DATA

********

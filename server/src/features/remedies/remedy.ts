import type { FrameAnalysis } from '../../analysis/frame-analysis';
import type { Finding, FragmentPair, TextEdit } from '../../base/finding';
import type { CoordinateTree } from '../../formats/tree';

/** What a remedy can look at: the file, the frame that its finding is in, and everything that was found. */
export interface Scene {
  readonly file: CoordinateTree;
  readonly frame: FrameAnalysis;
  readonly findings: readonly Finding[];
}

/** A remedy for a finding: edits of the file, or pairs to be written to files of their own. */
export interface Remedy {
  readonly title: string;
  edits(): readonly TextEdit[];
  /** Fragments from 0. */
  readonly pairs?: readonly FragmentPair[];
}

/** Finds the remedies for one kind of finding; of several the first is the one that is meant most often. */
export type RemedyMaker = (finding: Finding, scene: Scene) => readonly Remedy[];

/** A fragment as people name it. */
export function fragmentWords({ model }: FrameAnalysis, fragment: number): string {
  return model.labels[fragment] || `${model.names[fragment]} (fragment ${fragment + 1})`;
}

/** A remedy whose edits are known, none where they are not. */
export function offered(title: string, edits: readonly TextEdit[] | string | null): Remedy[] {
  return edits === null || typeof edits === 'string' || edits.length === 0 ? [] : [{ title, edits: () => edits }];
}
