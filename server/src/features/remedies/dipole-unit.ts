import type { FrameAnalysis } from '../../analysis/frame-analysis';
import type { TextEdit } from '../../base/finding';
import type { CoordinateTree } from '../../formats/tree';
import type { WrittenDipole } from '../../model/annotation';
import { DEBYE_E_A } from '../../physics/constants';
import { DIPOLE_UNITS } from '../../physics/units';
import { CommentLine } from '../rewrite/comment-line';
import { norm, type Vector, vectorAt } from '../rewrite/vectors';
import { offered, type RemedyMaker } from './remedy';

/** Two factors are the same within this share. */
const SAME_SHARE = 0.07;
/** Smaller dipoles tell nothing of their unit, e·Å. */
const SMALLEST_EA = 0.3 * DEBYE_E_A;

/** Names the unit that the numbers are in, where all dipoles that it holds for are off by the factor between that and the one named. */
export const nameUnit: RemedyMaker = ({ start }, { file, frame }) => {
  const { notes } = frame.model;
  const f = notes.findIndex((note) => (note.writtenDipole ?? note.writtenSize)?.span.start === start);
  const written = notes[f]?.writtenDipole ?? notes[f]?.writtenSize;
  if (!written) return [];
  const units = [...DIPOLE_UNITS.keys()].filter(
    (unit) => unit !== written.unit && holdsForAll(file, frame, written, unit),
  );
  if (units.length !== 1) return [];
  return offered(`Set dipole_unit to ${units[0]}`, unitEdits(file, frame, written, units[0]!));
};

/** The dipole that one of the file is compared with: of its charges, else the published or estimated one. */
export function comparedWith({ moments }: FrameAnalysis, f: number): Vector {
  const hasCharges = !Number.isNaN(moments.columnChargeE[f]!);
  return vectorAt(hasCharges ? moments.columnDipoleEA : moments.expectedEA, f);
}

function holdsForAll(file: CoordinateTree, frame: FrameAnalysis, written: WrittenDipole, unit: string): boolean {
  const { notes } = frame.model;
  const scale = DIPOLE_UNITS.get(unit)! / DIPOLE_UNITS.get(written.unit)!;
  return notes.every((note, f) => {
    const own = note.writtenDipole ?? note.writtenSize;
    if (own === null || !sharesUnit(file, written, own)) return true;
    const size = frame.moments.dipoleNormEA[f]!;
    const compared = norm(comparedWith(frame, f));
    if (size < SMALLEST_EA * Math.min(1, 1 / scale) && compared < SMALLEST_EA) return true;
    return Math.abs((scale * size) / compared - 1) <= SAME_SHARE;
  });
}

/** Whether two dipoles take their unit from one place: a comment line; a remark. A number with a unit behind it has its own. */
function sharesUnit({ text, lines, language }: CoordinateTree, a: WrittenDipole, b: WrittenDipole): boolean {
  const hasOwn = b.items.some(({ start, end }) => !/^[+-]?[\d.]+(?:[eEdD][+-]?\d+)?$/.test(text.slice(start, end)));
  if (hasOwn) return false;
  return language !== 'pdb' || lines.lineAt(a.span.start) === lines.lineAt(b.span.start);
}

function unitEdits(
  file: CoordinateTree,
  frame: FrameAnalysis,
  written: WrittenDipole,
  unit: string,
): readonly TextEdit[] | string {
  if (file.language !== 'pdb') {
    const line = new CommentLine(file, frame.model.tree);
    line.set('dipole_unit', unit);
    return line.edits();
  }
  const remark = file.remarks.find(({ line }) => line === file.lines.lineAt(written.span.start));
  const entry = remark?.entries.find(({ key }) => key === 'dipole_unit');
  if (entry !== undefined) return [{ ...entry.value, text: unit }];
  const { end } = written.span;
  return [{ start: end, end, text: ` dipole_unit=${unit}` }];
}
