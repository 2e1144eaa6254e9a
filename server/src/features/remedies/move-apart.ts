import { moveApart } from '../rewrite/move-fragment';
import { fragmentWords, type RemedyMaker } from './remedy';

/** Moves one of two fragments that clash, or have atoms at one point, out along the line of their centres. */
export const moveOut: RemedyMaker = ({ pairs }, { file, frame }) => {
  const [f, g] = pairs?.[0] ?? [-1, -1];
  if (f < 0 || g < 0 || f === g) return [];
  const move = moveApart(file, frame, f, g);
  if (move === null) return [];
  const from = fragmentWords(frame, move.fragment === f ? g : f);
  const title = `Move ${fragmentWords(frame, move.fragment)} ${move.distanceA.toFixed(2)} Å away from ${from}`;
  return [{ title, edits: move.edits }];
};
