import { covalentBonds } from './independent/connectivity.js';
import { DEBYE } from './independent/constants.js';
import { chainBonds } from './independent/contact.js';
import { buildFragments } from './independent/fragments.js';
import { scale } from './independent/linear.js';
import { buildPair } from './independent/pair.js';
import { parsePdb } from './independent/parse-pdb.js';
import { parseXyz } from './independent/parse-xyz.js';
import type { Fragment, FragmentResult, FrameResult, Options, PairResult, Settings } from './independent/types.js';

export type { FrameResult, Options, PairResult } from './independent/types.js';

/**
 * A second calculation of everything `polewise pairs --format json` prints, written apart from the program: plain
 * arrays, direct sums, other algorithms. It reads well-formed files only and knows nineteen elements.
 */
export function independentFrames(text: string, language: 'xyz' | 'pdb', options: Options = {}): FrameResult[] {
  const parsed = language === 'pdb' ? parsePdb(text, options.periodic) : parseXyz(text);
  return parsed.map((given, index) => {
    const frame = options.periodic === false ? { ...given, cell: null } : given;
    const settings: Settings = {
      temperatureK: options.temperatureK ?? frame.temperatureK ?? 298.15,
      relativePermittivity: options.relativePermittivity ?? frame.relativePermittivity ?? 1,
      centre: options.centre ?? 'mass',
      tolerance: options.tolerance ?? 0.2,
      cutoffA: options.cutoffA ?? 12,
    };
    const covalent = covalentBonds(frame);
    const fragments = buildFragments(frame, covalent, settings.centre);
    const bonds = chainBonds(covalent, fragments, frame.crossBonds);
    const pairs: PairResult[] = [];
    for (let a = 0; a < fragments.length; a++) {
      for (let b = a + 1; b < fragments.length; b++) {
        const pair = buildPair(fragments[a], fragments[b], frame, settings, bonds);
        if (pair !== null) pairs.push(pair);
      }
    }
    return { frame: index + 1, atomCount: frame.atoms.length, fragments: fragments.map(fragmentResult), pairs };
  });
}

function fragmentResult(fragment: Fragment): FragmentResult {
  return {
    fragment: fragment.number,
    name: fragment.name,
    atoms: fragment.atoms.map((i) => i + 1),
    chargeE: fragment.charge,
    centreA: fragment.centre,
    extentA: fragment.extent,
    dipoleD: fragment.dipole && scale(fragment.dipole, 1 / DEBYE),
    dipoleNormD: fragment.dipoleSize === null ? null : fragment.dipoleSize / DEBYE,
    dipoleSource: fragment.dipoleSource,
    chargeSource: fragment.chargeSource,
    polarizabilityA3: fragment.polarizability,
  };
}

********

EXERCISE AIM
Reproduce exactly, and only, the lines from the start of the entries through the one that contains "const SAME_SHARE = 0.07;".

SOLUTION TO THE EXERCISE
filename server/src/features/remedies/remedy.ts
import type { FrameAnalysis } from '../../analysis/frame-analysis';
import type { Finding, FragmentPair, TextEdit } from '../../base/finding';
import type { CoordinateTree } from '../../formats/tree';

/** What a remedy can look at: the file, the frame that its finding is in, and everything that was found. */
export interface Scene {
  readonly file: CoordinateTree;
  readonly frame: FrameAnalysis;
  readonly findings: readonly Finding[];
}

/** A remedy for a finding: edits of the file, or pairs to be written to files of their own. */
export interface Remedy {
  readonly title: string;
  edits(): readonly TextEdit[];
  /** Fragments from 0. */
  readonly pairs?: readonly FragmentPair[];
}

/** Finds the remedies for one kind of finding; of several the first is the one that is meant most often. */
export type RemedyMaker = (finding: Finding, scene: Scene) => readonly Remedy[];

/** A fragment as people name it. */
export function fragmentWords({ model }: FrameAnalysis, fragment: number): string {
  return model.labels[fragment] || `${model.names[fragment]} (fragment ${fragment + 1})`;
}

/** A remedy whose edits are known, none where they are not. */
export function offered(title: string, edits: readonly TextEdit[] | string | null): Remedy[] {
  return edits === null || typeof edits === 'string' || edits.length === 0 ? [] : [{ title, edits: () => edits }];
}
filename server/src/features/remedies/dipole-unit.ts
import type { FrameAnalysis } from '../../analysis/frame-analysis';
import type { TextEdit } from '../../base/finding';
import type { CoordinateTree } from '../../formats/tree';
import type { WrittenDipole } from '../../model/annotation';
import { DEBYE_E_A } from '../../physics/constants';
import { DIPOLE_UNITS } from '../../physics/units';
import { CommentLine } from '../rewrite/comment-line';
import { norm, type Vector, vectorAt } from '../rewrite/vectors';
import { offered, type RemedyMaker } from './remedy';

/** Two factors are the same within this share. */
const SAME_SHARE = 0.07;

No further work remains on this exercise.